## INFORMATION SUPPLIED
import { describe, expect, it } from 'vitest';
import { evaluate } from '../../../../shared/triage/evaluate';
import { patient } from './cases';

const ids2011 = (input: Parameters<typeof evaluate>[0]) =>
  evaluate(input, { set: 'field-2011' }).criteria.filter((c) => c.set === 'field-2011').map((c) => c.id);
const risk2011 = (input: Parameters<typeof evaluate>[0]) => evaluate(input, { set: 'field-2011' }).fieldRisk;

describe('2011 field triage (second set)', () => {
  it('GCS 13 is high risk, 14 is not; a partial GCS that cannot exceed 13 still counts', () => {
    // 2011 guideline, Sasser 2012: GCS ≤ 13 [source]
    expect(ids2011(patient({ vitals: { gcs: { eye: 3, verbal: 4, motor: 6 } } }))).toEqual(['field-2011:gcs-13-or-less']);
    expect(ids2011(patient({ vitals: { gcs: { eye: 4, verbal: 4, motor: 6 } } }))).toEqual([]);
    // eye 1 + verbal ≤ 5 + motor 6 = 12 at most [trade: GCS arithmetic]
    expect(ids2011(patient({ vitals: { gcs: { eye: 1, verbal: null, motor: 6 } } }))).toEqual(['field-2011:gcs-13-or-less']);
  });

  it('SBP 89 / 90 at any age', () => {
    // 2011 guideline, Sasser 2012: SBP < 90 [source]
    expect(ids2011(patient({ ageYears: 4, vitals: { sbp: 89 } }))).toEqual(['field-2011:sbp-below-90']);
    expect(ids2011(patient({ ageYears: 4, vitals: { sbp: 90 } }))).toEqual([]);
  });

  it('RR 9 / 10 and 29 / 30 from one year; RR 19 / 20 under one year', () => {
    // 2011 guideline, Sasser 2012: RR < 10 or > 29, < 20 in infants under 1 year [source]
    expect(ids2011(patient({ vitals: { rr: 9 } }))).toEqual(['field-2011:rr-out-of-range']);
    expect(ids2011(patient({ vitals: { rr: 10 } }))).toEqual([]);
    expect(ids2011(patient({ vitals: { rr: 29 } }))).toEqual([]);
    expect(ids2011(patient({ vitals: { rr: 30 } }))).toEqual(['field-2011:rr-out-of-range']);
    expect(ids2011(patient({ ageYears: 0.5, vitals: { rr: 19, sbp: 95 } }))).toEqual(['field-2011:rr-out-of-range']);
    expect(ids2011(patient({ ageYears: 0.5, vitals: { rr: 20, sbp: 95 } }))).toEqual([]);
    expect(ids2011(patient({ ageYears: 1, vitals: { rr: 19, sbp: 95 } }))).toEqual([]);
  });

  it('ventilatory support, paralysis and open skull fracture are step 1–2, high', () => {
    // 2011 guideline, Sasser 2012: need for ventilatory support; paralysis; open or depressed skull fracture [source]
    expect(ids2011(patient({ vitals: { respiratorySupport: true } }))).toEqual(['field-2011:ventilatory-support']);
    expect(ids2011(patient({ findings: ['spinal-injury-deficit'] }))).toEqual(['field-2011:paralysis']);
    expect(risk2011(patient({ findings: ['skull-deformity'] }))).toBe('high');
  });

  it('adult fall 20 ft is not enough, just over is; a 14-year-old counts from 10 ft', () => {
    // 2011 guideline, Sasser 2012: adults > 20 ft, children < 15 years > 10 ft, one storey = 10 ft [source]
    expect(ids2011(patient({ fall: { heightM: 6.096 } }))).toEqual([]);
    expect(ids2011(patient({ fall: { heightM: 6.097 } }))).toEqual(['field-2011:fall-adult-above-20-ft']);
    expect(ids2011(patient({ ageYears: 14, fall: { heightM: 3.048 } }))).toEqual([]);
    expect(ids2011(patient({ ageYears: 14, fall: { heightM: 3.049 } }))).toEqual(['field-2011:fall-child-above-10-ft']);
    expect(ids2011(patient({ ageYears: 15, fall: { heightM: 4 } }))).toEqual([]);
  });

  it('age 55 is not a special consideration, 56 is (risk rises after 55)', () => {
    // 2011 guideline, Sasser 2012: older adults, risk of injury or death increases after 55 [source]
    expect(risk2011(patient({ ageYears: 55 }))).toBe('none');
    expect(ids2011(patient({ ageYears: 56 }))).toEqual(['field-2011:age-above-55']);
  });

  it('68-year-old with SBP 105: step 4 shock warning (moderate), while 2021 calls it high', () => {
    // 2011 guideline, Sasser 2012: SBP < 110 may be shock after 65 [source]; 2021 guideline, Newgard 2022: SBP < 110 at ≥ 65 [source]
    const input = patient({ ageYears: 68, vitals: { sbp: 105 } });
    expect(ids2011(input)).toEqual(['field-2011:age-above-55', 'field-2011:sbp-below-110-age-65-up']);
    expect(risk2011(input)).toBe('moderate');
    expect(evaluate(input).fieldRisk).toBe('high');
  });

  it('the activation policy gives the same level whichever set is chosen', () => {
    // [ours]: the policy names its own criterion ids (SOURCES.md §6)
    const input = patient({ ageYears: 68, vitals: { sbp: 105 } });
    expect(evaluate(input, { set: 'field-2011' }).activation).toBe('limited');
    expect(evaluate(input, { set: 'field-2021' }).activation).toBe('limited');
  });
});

## ACTIVITY
What you give back should be exactly the lines of the data above from the line with "skull fracture [source]" through the line with "it('68-year-old with SBP", both of those included, and nothing more.

## EXERCISE RESPONSE
    // 2011 guideline, Sasser 2012: need for ventilatory support; paralysis; open or depressed skull fracture [source]
    expect(ids2011(patient({ vitals: { respiratorySupport: true } }))).toEqual(['field-2011:ventilatory-support']);
    expect(ids2011(patient({ findings: ['spinal-injury-deficit'] }))).toEqual(['field-2011:paralysis']);
    expect(risk2011(patient({ findings: ['skull-deformity'] }))).toBe('high');
  });

  it('adult fall 20 ft is not enough, just over is; a 14-year-old counts from 10 ft', () => {
    // 2011 guideline, Sasser 2012: adults > 20 ft, children < 15 years > 10 ft, one storey = 10 ft [source]
    expect(ids2011(patient({ fall: { heightM: 6.096 } }))).toEqual([]);
    expect(ids2011(patient({ fall: { heightM: 6.097 } }))).toEqual(['field-2011:fall-adult-above-20-ft']);
    expect(ids2011(patient({ ageYears: 14, fall: { heightM: 3.048 } }))).toEqual([]);
    expect(ids2011(patient({ ageYears: 14, fall: { heightM: 3.049 } }))).toEqual(['field-2011:fall-child-above-10-ft']);
    expect(ids2011(patient({ ageYears: 15, fall: { heightM: 4 } }))).toEqual([]);
  });

  it('age 55 is not a special consideration, 56 is (risk rises after 55)', () => {
    // 2011 guideline, Sasser 2012: older adults, risk of injury or death increases after 55 [source]
    expect(risk2011(patient({ ageYears: 55 }))).toBe('none');
    expect(ids2011(patient({ ageYears: 56 }))).toEqual(['field-2011:age-above-55']);
  });

  it('68-year-old with SBP 105: step 4 shock warning (moderate), while 2021 calls it high', () => {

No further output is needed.